Task: Show every line in the entries below where the word "information" appears.

Stored data:
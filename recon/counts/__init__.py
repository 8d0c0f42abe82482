"""From photon counts to samples in tesla: records of counts, their import, their conversion."""

from recon.counts.acquisition import Acquisition, Tone
from recon.counts.conversion import Conversion, convert
from recon.counts.record import CountsRecord
from recon.counts.writer import CountsWriter

__all__ = [
    "Acquisition",
    "Conversion",
    "CountsRecord",
    "CountsWriter",
    "Tone",
    "convert",
]
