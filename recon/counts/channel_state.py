"""What each channel turned out to be: its response, its noise, and whether it can be used."""

from __future__ import annotations

from dataclasses import dataclass
from enum import IntEnum

import numpy as np
from numpy.typing import NDArray
from scipy.ndimage import median_filter

from recon.errors import InputError

FloatArray = NDArray[np.floating]
ComplexArray = NDArray[np.complexfloating]

DARK = 0.05
"""Share of the median light below which a channel is dark."""

HOT = 0.5
"""Share of the usual contrast below which a lit channel is left out as hot."""

WARM_LIGHT, WARM_CONTRAST = 1.15, 0.85
"""Light above and contrast below that of a channel's neighbours, of one with a dark current."""

FAINT = 0.05
"""Share of the median information below which a channel is of no use."""


class State(IntEnum):
    """What a channel is."""

    GOOD = 0
    DARK = 1
    SATURATED = 2
    STUCK = 3
    HOT = 4
    INSENSITIVE = 5


@dataclass(frozen=True, eq=False)
class ChannelState:
    """Maps over the channels, all (channels y, channels x).

    Attributes
    ----------
    response
        Normalised frames per tesla, complex: its phase is the channel's own.
    response_error
        Its standard error (of the modulus, as of the modulus times the phase); NaN if it was not
        measured but follows from contrast and description.
    noise
        Standard deviation of a complex sample at one average, tesla, √E|n|².
    contrast
        C.
    light
        Mean count of the reference above its offset.
    state
        `State` of each channel.
    """

    response: ComplexArray
    response_error: FloatArray
    noise: FloatArray
    contrast: FloatArray
    light: FloatArray
    state: NDArray[np.int8]

    @property
    def good(self) -> NDArray[np.bool_]:
        """Channels that are used."""
        return np.asarray(self.state == State.GOOD)

    @property
    def warm(self) -> NDArray[np.bool_]:
        """Good channels with a dark current: more light and less contrast than their neighbours.

        They are used, with the response and noise that were measured.
        """
        if self.light.size < 9:
            return np.zeros(self.light.shape, bool)
        around = (median_filter(one, 5, mode="nearest") for one in (self.light, self.contrast))
        light, contrast = around
        brighter = self.light > WARM_LIGHT * light
        return np.asarray(self.good & brighter & (self.contrast < WARM_CONTRAST * contrast))

    @property
    def noise_sd(self) -> float:
        """Noise of a channel of average information, 1/√⟨1/σ²⟩ over good channels, tesla."""
        return float(1 / np.sqrt(np.mean(1 / self.noise[self.good] ** 2)))

    @property
    def weight(self) -> NDArray[np.float32]:
        """Inverse variance relative to `noise_sd`, 0 where a channel is not used."""
        weight = np.zeros(self.noise.shape, np.float32)
        weight[self.good] = (self.noise_sd / self.noise[self.good]) ** 2
        return weight

    def count(self, state: State) -> int:
        """Number of channels in a state."""
        return int((self.state == state).sum())

    def __str__(self) -> str:
        bad = [f"{self.count(s)} {s.name.lower()}" for s in State if s and self.count(s)]
        warm = int(self.warm.sum())
        good = f"{self.count(State.GOOD)} good channels"
        if warm:
            good += f" ({warm} of them hot, with a dark current, but usable)"
        return good + (f", {', '.join(bad)}" if bad else "")


def judge(
    response: ComplexArray,
    light: FloatArray,
    contrast: FloatArray,
    frame_noise: FloatArray,
    saturated: NDArray[np.bool_],
) -> NDArray[np.int8]:
    """`State` of every channel, any shape.

    Raises
    ------
    InputError
        No channel is good.
    """
    state = np.full(light.shape, State.GOOD, np.int8)
    typical = np.median(light)
    size = np.abs(response)
    lit = light > DARK * typical
    information = np.divide(
        size**2, frame_noise**2, out=np.zeros(size.shape), where=frame_noise > 0
    )
    state[information < FAINT * np.median(information[lit]) if lit.any() else ~lit] = (
        State.INSENSITIVE
    )
    usual = np.median(contrast[lit]) if lit.any() else 0.0
    state[lit & (contrast < HOT * usual)] = State.HOT
    state[frame_noise <= 0] = State.STUCK
    state[saturated] = State.SATURATED
    state[~lit] = State.DARK
    if not (state == State.GOOD).any():
        raise InputError("no channel can be used", "counts", "check light, contrast and tone")
    return state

Task output:
"""Share of the median information below which a channel is of no use."""
        """Noise of a channel of average information, 1/√⟨1/σ²⟩ over good channels, tesla."""
    information = np.divide(
    state[information < FAINT * np.median(information[lit]) if lit.any() else ~lit] = (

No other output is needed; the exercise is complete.